• _Task brief_
Lines to return, exactly: from the line with "if (std::isfinite(v)) m" to the line with "if (v == 0.0)" in the entries below, both included.

Dataset entries
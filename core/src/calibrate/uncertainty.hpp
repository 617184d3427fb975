#pragma once
// Internal: parameter standard errors, intervals, correlations and identifiability warnings at the
// optimum of a calibration (see uncertainty.cpp for the method and its sources).

#include <Eigen/Core>

#include <functional>
#include <vector>

#include "engine.hpp"
#include "jacobian.hpp"

namespace triaxcal::detail {

/// What the covariance needs from a calibration run.
struct UncertaintyContext {
  const Prepared& prepared;
  const CalibrationOptions& options;
  const std::vector<double>& best_unit;  ///< the optimum, unit coordinates of the free parameters
  /// Simulated at the optimum with PlanMode::record: the residuals, the noise model's slopes and
  /// the substeps the Jacobian's simulations replay.
  const Evaluator& at_optimum;
  JobRunner on_lanes;                    ///< for the Jacobian's simulations
  CalibrationSummary& summary;
  /// The least-squares stage's Jacobian (d residual / d unit coordinate, forward differences of
  /// step options.jacobian_step on frozen substeps) at best_unit, when its winning run ended with
  /// one there; null = compute it (central differences, the same step, frozen substeps).
  const Eigen::MatrixXd* unit_jacobian = nullptr;
};

/// Fills the summary's covariance, correlation, standard errors, intervals and warnings. `d0` are
/// the residuals at the optimum.
void uncertainty(const UncertaintyContext& run, const ParameterValues& best_values, const Eigen::VectorXd& d0);

}  // namespace triaxcal::detail
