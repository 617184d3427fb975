#pragma once
// Internal: the arithmetic expressions of tied parameters and constraints, evaluated by muparser
// (Debian's libmuparser-dev): numbers, parameter names, + - * / ^ (right-associative; unary minus
// binds looser than ^, so -2^2 = -4), parentheses and the functions sin, cos, tan, asin, acos, atan
// (radians), radians, degrees, sqrt, exp, log (natural), abs, min, max. Names are checked before
// muparser sees the text, so messages name the unknown name and the known ones.

#include <memory>
#include <string>
#include <vector>

namespace triaxcal::detail {

class Expression {
 public:
  /// Parses `text`; names resolve against `names` (their index is the variable). Throws InputError
  /// "<where>: <what> in "<text>"" for a syntax error (empty expression, missing ')', unexpected end,
  /// unexpected 'c' at position n) or "unknown name 'x' ... (known: a, b)".
  Expression(const std::string& text, const std::vector<std::string>& names, const std::string& where);
  Expression() = default;

  /// The value with variables[i] for names[i]. Thread-safe (copies share one parser, used under a lock).
  double evaluate(const std::vector<double>& variables) const;
  /// Indices of the variables it reads, in order of first appearance.
  const std::vector<int>& variables() const { return used_; }
  const std::string& text() const { return text_; }

 private:
  struct Compiled;
  std::shared_ptr<Compiled> compiled_;
  std::vector<int> used_;
  std::string text_;
};

/// "lhs <= rhs" as g = lhs - rhs <= 0 (or rhs - lhs for ">=").
struct Inequality {
  Expression lhs, rhs;
  bool less_equal = true;
  double violation(const std::vector<double>& v) const {
    const double g = lhs.evaluate(v) - rhs.evaluate(v);
    return less_equal ? g : -g;
  }
};

/// Throws InputError "<where>: expected "lhs <= rhs" or "lhs >= rhs", found "text"".
Inequality parse_inequality(const std::string& text, const std::vector<std::string>& names, const std::string& where);

}  // namespace triaxcal::detail
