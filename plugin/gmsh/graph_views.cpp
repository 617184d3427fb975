#include "graph_views.hpp"

#include <algorithm>
#include <cmath>
#include <cstdio>
#include <limits>
#include <map>

namespace triaxcal::gmsh {

namespace {

std::string quoted(std::string text) {
  std::replace(text.begin(), text.end(), '"', '\'');
  return "\"" + text + "\"";
}

std::string num(double v) {
  char b[32];
  std::snprintf(b, sizeof b, "%.9g", v);
  return b;
}

// Fill colours of the soil units, dark enough to read as legend text on white.
const char* const kUnitColours[] = {"DarkOrange", "SteelBlue", "SeaGreen", "IndianRed",
                                    "MediumPurple", "Peru", "CadetBlue", "OliveDrab"};

/// One graph: a test and quantity, with its measured and model curves.
struct Graph {
  std::string title;
  const Curve* measured = nullptr;
  const Curve* model = nullptr;
  int row = 0, column = 0;
};

}  // namespace

const char* unit_colour(std::size_t i) { return kUnitColours[i % (sizeof kUnitColours / sizeof kUnitColours[0])]; }

std::string views_pos(const std::vector<UnitView>& units, bool with_graphs) {
  const std::string prefix = std::string(kViewPrefix) + (with_graphs ? "" : "legend ");
  std::string out =
      "// triaxcal: the soil units and their graphs. Written by triaxcal-gmsh on every compute (and the\n"
      "// legend alone on a check); merging it replaces the views of the previous compute.\n"
      "For i In {PostProcessing.NbViews-1:0:-1}\n"
      "  If(!StrCmp(StrSub(View[i].Name, 0, " +
      std::to_string(prefix.size()) + "), " + quoted(prefix) +
      "))\n"
      "    Delete View[i];\n"
      "  EndIf\n"
      "EndFor\n";

  // Soil units: each physical group filled in its colour.
  // Geometry surfaces are drawn as crosses until meshed (Gmsh 4.8 fills built-in surfaces only through
  // their mesh); the mesh faces are filled in the unit's colour.
  out += "Geometry.Surfaces = 1;\nMesh.SurfaceFaces = 1;\n";
  for (std::size_t i = 0; i < units.size(); ++i) {
    const UnitView& u = units[i];
    if (u.tag <= 0) continue;
    const char* kind = u.dimension == 3 ? "Volume" : "Surface";
    out += std::string("Color ") + unit_colour(i) + " { " + kind + "{ Physical " + kind + "{" + std::to_string(u.tag) +
           "} }; }\n";
  }

  // Graphs: a row a test (of every unit, in order), a column a quantity (q first).
  std::vector<Graph> graphs;
  int rows = 0, columns = 0;
  for (const UnitView& u : units) {
    if (!with_graphs) break;
    std::map<std::string, int> row_of;         // test -> row
    std::map<std::string, int> columns_of_row;  // test -> next column
    for (const Curve& c : u.curves) {
      auto r = row_of.find(c.test);
      if (r == row_of.end()) r = row_of.emplace(c.test, rows++).first;
      const std::string title = std::string(kViewPrefix) + u.unit + " " + c.test + ": " + c.quantity;
      Graph* g = nullptr;
      for (Graph& x : graphs)
        if (x.title == title) g = &x;
      if (!g) {
        graphs.push_back({title, nullptr, nullptr, r->second, columns_of_row[c.test]++});
        g = &graphs.back();
        columns = std::max(columns, g->column + 1);
      }
      (c.measured ? g->measured : g->model) = &c;
    }
  }

  // Legend (window pixels, top left): the soil units in their colours, then the graphs' styles.
  int line = 0;
  auto legend = [&](const std::string& name, const std::string& text, const char* colour) {
    out += "View " + quoted(std::string(kViewPrefix) + "legend " + name) + " { T2(12, " + std::to_string(24 + 20 * line++) +
           ", 0){" + quoted(text) + "}; };\n";
    out += "v = PostProcessing.NbViews-1;\n";
    out += std::string("View[v].Color.Text2D = ") + colour + ";\n";
  };
  for (std::size_t i = 0; i < units.size(); ++i)
    legend(units[i].unit, units[i].unit + ": " + units[i].legend, unit_colour(i));
  if (!graphs.empty()) {
    legend("measured", "graphs: measured = black points", "Black");
    legend("model", "graphs: model = red line (x: axial strain since the stage start)", "Red");
    legend("quantities", "q: deviator stress, e_v: volumetric strain, du: excess pore pressure", "Black");
  }
  if (graphs.empty()) return out;

  // Layout in window pixels, turned into model coordinates to the right of the geometry, then the
  // view scaled and moved so that the geometry and the graphs fit the window (Gmsh's default view
  // fits the model's box with a fifth of its size as border on each side). The graphs shrink to 60 %
  // at most (their text does not) and the geometry keeps a quarter of the width; what does not fit
  // then extends past the window's right or bottom edge (zoom out or hide graphs).
  out += "rows = " + std::to_string(rows) + "; columns = " + std::to_string(columns) + "; legend = " +
         std::to_string(24 + 20 * line) + ";\n";
  out += R"(x0 = General.MinX; x1 = General.MaxX; y0 = General.MinY; y1 = General.MaxY;
w = x1 - x0; h = y1 - y0;
If(w <= 0)
  w = 1;
EndIf
If(h <= 0)
  h = w;
EndIf
W = General.GraphicsWidth - General.MenuWidth;
If(W < 300)
  W = General.GraphicsWidth;
EndIf
H = General.GraphicsHeight;
gw = 300; gh = 150; gx = 150; gy = 100;
bw = columns * (gw + gx) + gx; bh = rows * (gh + gy) + gy + legend;
f = 1;
If(0.75 * W / bw < f)
  f = 0.75 * W / bw;
EndIf
If(0.9 * H / bh < f)
  f = 0.9 * H / bh;
EndIf
If(f < 0.6)
  f = 0.6;
EndIf
p = (0.95 * W - f * bw) / w;
If(p < 0.25 * W / w)
  p = 0.25 * W / w;
EndIf
If(0.85 * H / h < p)
  p = 0.85 * H / h;
EndIf
GW = f * gw / p; GH = f * gh / p; GX = f * gx / p; GY = f * gy / p;
rx0 = x0; rx1 = x1 + columns * (GW + GX) + GX; ry1 = y1 + GY + legend / p;
ry0 = y1 - rows * (GH + GY);
If(y0 < ry0)
  ry0 = y0;
EndIf
p0 = W / (1.4 * w);
If(H / (1.4 * h) < p0)
  p0 = H / (1.4 * h);
EndIf
General.ScaleX = p / p0; General.ScaleY = p / p0; General.ScaleZ = p / p0;
General.TranslationX = -((rx0 + rx1) / 2 - (x0 + x1) / 2);
cy = (ry0 + ry1) / 2;
If((ry1 - ry0) * p > 0.95 * H)
  cy = ry1 - 0.95 * H / (2 * p);
EndIf
General.TranslationY = -(cy - (y0 + y1) / 2);
)";
  for (const Graph& g : graphs) {
    // One strain axis and one y range for both curves of the graph.
    double xmin = std::numeric_limits<double>::infinity(), xmax = -xmin, ymin = 0.0, ymax = -xmin;
    for (const Curve* c : {g.measured, g.model})
      if (c)
        for (std::size_t i = 0; i < c->y.size() && i < c->axial_strain.size(); ++i) {
          if (!std::isfinite(c->y[i]) || !std::isfinite(c->axial_strain[i])) continue;
          xmin = std::min(xmin, 100.0 * c->axial_strain[i]);
          xmax = std::max(xmax, 100.0 * c->axial_strain[i]);
          ymin = std::min(ymin, c->y[i]);
          ymax = std::max(ymax, c->y[i]);
        }
    if (!(xmax > xmin)) xmax = xmin + 1.0;
    if (!(ymax > ymin)) ymax = ymin + 1.0;
    // The measured view carries the axes and the title; the model's view only its line.
    const Curve* first = g.measured ? g.measured : g.model;
    for (const Curve* c : {g.measured, g.model}) {
      if (!c) continue;
      const bool axes = c == first;
      // The view with the axes carries the graph's title; a model line beside measured points adds " model".
      out += "View " + quoted(g.title + (axes ? "" : " model")) + " {\n";
      // Measured points thinned to about 60 a graph, so that each is seen and the model's line
      // between them too (the fit used every point).
      const std::size_t n = std::min(c->y.size(), c->axial_strain.size());
      const std::size_t stride = c->measured && n > 60 ? (n + 59) / 60 : 1;
      for (std::size_t i = 0; i < n; ++i) {
        if (i % stride != 0 && i + 1 != n) continue;
        if (!std::isfinite(c->y[i]) || !std::isfinite(c->axial_strain[i])) continue;
        out += "SP(" + num(100.0 * c->axial_strain[i]) + ",0,0){" + num(c->y[i]) + "};\n";
      }
      out += "};\n";
      out += "v = PostProcessing.NbViews-1;\n";
      out += "View[v].Type = 4;\n";
      out += "View[v].AutoPosition = 12;\n";
      out += "View[v].PositionX = x1 + GX + " + std::to_string(g.column) + " * (GW + GX);\n";
      out += "View[v].PositionY = y1 - " + std::to_string(g.row) + " * (GH + GY) - GH;\n";
      out += "View[v].Width = GW;\nView[v].Height = GH;\n";
      out += std::string("View[v].IntervalsType = ") + (c->measured ? "1" : "2") + ";\n";
      out += "View[v].PointSize = 5;\n";
      out += "View[v].LineWidth = 3;\n";
      out += std::string("View[v].Axes = ") + (axes ? "3" : "0") + ";\n";
      out += "View[v].AxesLabelX = \"axial strain [%]\";\n";
      out += "View[v].RangeType = 2;\n";
      out += "View[v].CustomMin = " + num(ymin) + ";\n";
      out += "View[v].CustomMax = " + num(ymax) + ";\n";
      out += "View[v].AbscissaRangeType = 2;\n";
      out += "View[v].CustomAbscissaMin = " + num(xmin) + ";\n";
      out += "View[v].CustomAbscissaMax = " + num(xmax) + ";\n";
      out += std::string("View[v].ColorTable = {") + (c->measured ? "Black" : "Red") + "};\n";
    }
  }
  return out;
}

}  // namespace triaxcal::gmsh
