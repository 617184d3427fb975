#pragma once
// Internal: the small arithmetic expressions of tied parameters and constraints.
// Grammar: sum := product (('+'|'-') product)*; product := power (('*'|'/') power)*;
// power := unary ('^' power)?; unary := '-' unary | atom; atom := number | name | '(' sum ')'.

#include <string>
#include <vector>

namespace triaxcal::detail {

class Expression {
 public:
  /// Parses `text`; names resolve against `names` (their index is the variable). Throws InputError
  /// "<where>: <what> in "<text>"" for a syntax error or "unknown name 'x' ... (known: a, b)".
  Expression(const std::string& text, const std::vector<std::string>& names, const std::string& where);
  Expression() = default;

  double evaluate(const std::vector<double>& variables) const;
  /// Indices of the variables it reads.
  const std::vector<int>& variables() const { return used_; }
  const std::string& text() const { return text_; }

 private:
  enum class Op { number, variable, add, subtract, multiply, divide, power, negate };
  struct Instruction {
    Op op;
    double number;
    int variable;
  };
  std::vector<Instruction> code_;  // reverse Polish
  std::vector<int> used_;
  std::string text_;
  friend class ExpressionParser;
};

/// "lhs <= rhs" as g = lhs - rhs <= 0 (or rhs - lhs for ">=").
struct Inequality {
  Expression lhs, rhs;
  bool less_equal = true;
  double violation(const std::vector<double>& v) const {
    const double g = lhs.evaluate(v) - rhs.evaluate(v);
    return less_equal ? g : -g;
  }
};

/// Throws InputError "<where>: expected "lhs <= rhs" or "lhs >= rhs", found "text"".
Inequality parse_inequality(const std::string& text, const std::vector<std::string>& names, const std::string& where);

}  // namespace triaxcal::detail
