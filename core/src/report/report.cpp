#include "triaxcal/report.hpp"

#include <algorithm>
#include <cctype>
#include <cmath>
#include <cstdio>
#include <sstream>

#include "triaxcal/svg_plot.hpp"

namespace triaxcal::report {

namespace {

using svg::xml_escape;
constexpr double kPi = 3.14159265358979323846;
constexpr std::size_t kMaxMarkers = 80;   // measured points marked a series (every k-th point)
constexpr std::size_t kMaxLinePoints = 600;

std::string esc(const std::string& s) { return xml_escape(s); }

/// Four significant digits without exponent in the usual engineering range; an em dash for NaN.
std::string fmt(double v) {
  if (!std::isfinite(v)) return std::isnan(v) ? "&#8212;" : (v > 0 ? "&#8734;" : "&#8722;&#8734;");
  char buf[48];
  const double a = std::abs(v);
  if (a == 0.0) return "0";
  if (a >= 1e-3 && a < 1e7) {
    const int decimals = std::max(0, 3 - static_cast<int>(std::floor(std::log10(a))));
    std::snprintf(buf, sizeof buf, "%.*f", decimals, v);
  } else {
    std::snprintf(buf, sizeof buf, "%.3e", v);
  }
  return buf;
}

std::string fmt_fixed(double v, int decimals) {
  if (!std::isfinite(v)) return "&#8212;";
  char buf[48];
  std::snprintf(buf, sizeof buf, "%.*f", decimals, v);
  std::string s = buf;
  if (s.find_first_not_of("-0.") == std::string::npos && s[0] == '-') s.erase(0, 1);
  return s;
}

/// The decimals `fmt` gives the larger of |a| and |b| (four significant digits), so that two values
/// and their difference print alike; -1 where `fmt` would use an exponent.
int shared_decimals(double a, double b) {
  double m = 0.0;
  for (double v : {a, b})
    if (std::isfinite(v)) m = std::max(m, std::abs(v));
  if (m == 0.0) return 0;
  if (m < 1e-3 || m >= 1e7) return -1;
  return std::max(0, 3 - static_cast<int>(std::floor(std::log10(m))));
}

/// A value of a comparison row with the row's decimals (exact zeros stay "0").
std::string fmt_row(double v, int decimals) {
  if (decimals < 0 || !std::isfinite(v)) return fmt(v);
  if (v == 0.0) return "0";
  return fmt_fixed(v, decimals);
}

/// Every k-th point (and the last) so that at most `limit` remain.
XY thin(const XY& in, std::size_t limit, double x_scale = 1.0, double y_scale = 1.0) {
  XY out;
  const std::size_t n = std::min(in.x.size(), in.y.size());
  if (n == 0) return out;
  const std::size_t step = std::max<std::size_t>(1, (n + limit - 1) / limit);
  for (std::size_t i = 0; i < n; i += step) {
    out.x.push_back(in.x[i] * x_scale);
    out.y.push_back(in.y[i] * y_scale);
  }
  if ((n - 1) % step != 0) {
    out.x.push_back(in.x[n - 1] * x_scale);
    out.y.push_back(in.y[n - 1] * y_scale);
  }
  return out;
}

svg::Series measured_series(const std::string& name, const XY& xy, int style, double xs = 1.0, double ys = 1.0) {
  const XY t = thin(xy, kMaxMarkers, xs, ys);
  svg::Series s;
  s.name = name;
  s.xs = t.x;
  s.ys = t.y;
  s.marker = svg::style_marker(style);
  s.dash = svg::Dash::none;
  s.style = style;
  s.css_class = "measured";
  return s;
}

svg::Series simulated_series(const std::string& name, const XY& xy, int style, double xs = 1.0, double ys = 1.0) {
  const XY t = thin(xy, kMaxLinePoints, xs, ys);
  svg::Series s;
  s.name = name;
  s.xs = t.x;
  s.ys = t.y;
  s.marker = svg::Marker::none;
  s.dash = svg::style_dash(style);
  s.style = style;
  s.css_class = "simulated";
  return s;
}

svg::Series line_series(const Line& line, double x0, double x1, int style, svg::Dash dash) {
  svg::Series s;
  s.name = line.name;
  s.style = style;
  s.dash = dash;
  s.width = 1.4;
  s.css_class = "envelope";
  const double a = std::isfinite(line.x_from) ? line.x_from : x0;
  const double b = std::isfinite(line.x_to) ? line.x_to : x1;
  s.xs = {a, b};
  s.ys = {line.intercept + line.slope * a, line.intercept + line.slope * b};
  return s;
}

bool line_known(const Line& l) { return std::isfinite(l.intercept) && std::isfinite(l.slope); }

std::string figure(const svg::Plot& plot, const std::string& caption) {
  std::ostringstream o;
  o << "<figure class=\"plot-figure\" id=\"fig-" << esc(plot.id) << "\">\n"
    << svg::render_svg(plot) << "<figcaption>" << esc(caption) << "</figcaption>\n</figure>\n";
  return o.str();
}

• _Written response_
    if (std::isfinite(v)) m = std::max(m, std::abs(v));
  if (m == 0.0) return 0;
  if (m < 1e-3 || m >= 1e7) return -1;
  return std::max(0, 3 - static_cast<int>(std::floor(std::log10(m))));
}

/// A value of a comparison row with the row's decimals (exact zeros stay "0").
std::string fmt_row(double v, int decimals) {
  if (decimals < 0 || !std::isfinite(v)) return fmt(v);
  if (v == 0.0) return "0";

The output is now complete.